| Dataset entries |
..............................
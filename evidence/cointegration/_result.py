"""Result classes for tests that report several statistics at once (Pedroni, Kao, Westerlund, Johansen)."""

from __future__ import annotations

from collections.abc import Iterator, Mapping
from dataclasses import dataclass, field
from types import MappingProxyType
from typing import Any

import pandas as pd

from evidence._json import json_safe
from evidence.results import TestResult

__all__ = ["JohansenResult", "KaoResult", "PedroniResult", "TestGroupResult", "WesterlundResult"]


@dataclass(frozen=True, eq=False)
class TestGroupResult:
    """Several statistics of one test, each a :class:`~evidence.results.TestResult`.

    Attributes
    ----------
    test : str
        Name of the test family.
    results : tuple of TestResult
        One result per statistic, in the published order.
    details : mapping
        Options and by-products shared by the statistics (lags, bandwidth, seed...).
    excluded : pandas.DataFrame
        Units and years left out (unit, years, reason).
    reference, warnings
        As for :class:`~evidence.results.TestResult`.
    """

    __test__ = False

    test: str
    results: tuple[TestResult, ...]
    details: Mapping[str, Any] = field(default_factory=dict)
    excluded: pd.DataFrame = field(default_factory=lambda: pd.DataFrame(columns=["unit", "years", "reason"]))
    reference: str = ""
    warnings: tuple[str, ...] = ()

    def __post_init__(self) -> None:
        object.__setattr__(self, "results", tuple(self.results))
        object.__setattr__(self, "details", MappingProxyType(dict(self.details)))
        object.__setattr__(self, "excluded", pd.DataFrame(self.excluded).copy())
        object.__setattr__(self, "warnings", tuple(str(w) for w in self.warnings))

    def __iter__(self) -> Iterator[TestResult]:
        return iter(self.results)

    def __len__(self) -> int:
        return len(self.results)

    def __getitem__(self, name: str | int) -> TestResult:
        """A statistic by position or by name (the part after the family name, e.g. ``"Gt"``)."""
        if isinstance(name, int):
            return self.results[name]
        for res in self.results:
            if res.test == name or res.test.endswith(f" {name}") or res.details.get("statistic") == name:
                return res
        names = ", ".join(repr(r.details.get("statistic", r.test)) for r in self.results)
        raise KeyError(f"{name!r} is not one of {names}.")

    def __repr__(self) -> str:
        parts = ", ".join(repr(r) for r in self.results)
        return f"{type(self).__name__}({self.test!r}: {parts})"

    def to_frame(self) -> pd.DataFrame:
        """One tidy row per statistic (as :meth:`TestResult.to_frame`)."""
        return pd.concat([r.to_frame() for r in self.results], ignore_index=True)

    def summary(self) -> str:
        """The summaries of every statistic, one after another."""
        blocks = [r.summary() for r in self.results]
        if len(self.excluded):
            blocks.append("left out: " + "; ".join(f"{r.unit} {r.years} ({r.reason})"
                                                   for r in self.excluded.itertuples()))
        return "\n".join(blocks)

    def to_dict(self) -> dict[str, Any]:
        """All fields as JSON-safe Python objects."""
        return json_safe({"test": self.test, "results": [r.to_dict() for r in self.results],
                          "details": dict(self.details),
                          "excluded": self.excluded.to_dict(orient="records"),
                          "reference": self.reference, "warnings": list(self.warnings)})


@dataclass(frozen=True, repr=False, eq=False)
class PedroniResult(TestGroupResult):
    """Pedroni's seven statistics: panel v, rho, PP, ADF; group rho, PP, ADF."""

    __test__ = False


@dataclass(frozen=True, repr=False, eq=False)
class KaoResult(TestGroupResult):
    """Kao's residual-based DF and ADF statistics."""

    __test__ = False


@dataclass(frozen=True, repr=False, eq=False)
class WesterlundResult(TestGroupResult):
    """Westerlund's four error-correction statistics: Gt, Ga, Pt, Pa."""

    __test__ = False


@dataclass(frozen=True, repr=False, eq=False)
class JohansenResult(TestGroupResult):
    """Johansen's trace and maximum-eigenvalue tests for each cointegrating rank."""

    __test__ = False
..............................
| WHAT YOU ARE ASKED TO DO |
Would you copy exactly the lines from the one that contains "def to_dict(self) ->" through the final line of the records above, including both?

| RESULT OF THE TASK |
    def to_dict(self) -> dict[str, Any]:
        """All fields as JSON-safe Python objects."""
        return json_safe({"test": self.test, "results": [r.to_dict() for r in self.results],
                          "details": dict(self.details),
                          "excluded": self.excluded.to_dict(orient="records"),
                          "reference": self.reference, "warnings": list(self.warnings)})


@dataclass(frozen=True, repr=False, eq=False)
class PedroniResult(TestGroupResult):
    """Pedroni's seven statistics: panel v, rho, PP, ADF; group rho, PP, ADF."""

    __test__ = False


@dataclass(frozen=True, repr=False, eq=False)
class KaoResult(TestGroupResult):
    """Kao's residual-based DF and ADF statistics."""

    __test__ = False


@dataclass(frozen=True, repr=False, eq=False)
class WesterlundResult(TestGroupResult):
    """Westerlund's four error-correction statistics: Gt, Ga, Pt, Pa."""

    __test__ = False


@dataclass(frozen=True, repr=False, eq=False)
class JohansenResult(TestGroupResult):
    """Johansen's trace and maximum-eigenvalue tests for each cointegrating rank."""

    __test__ = False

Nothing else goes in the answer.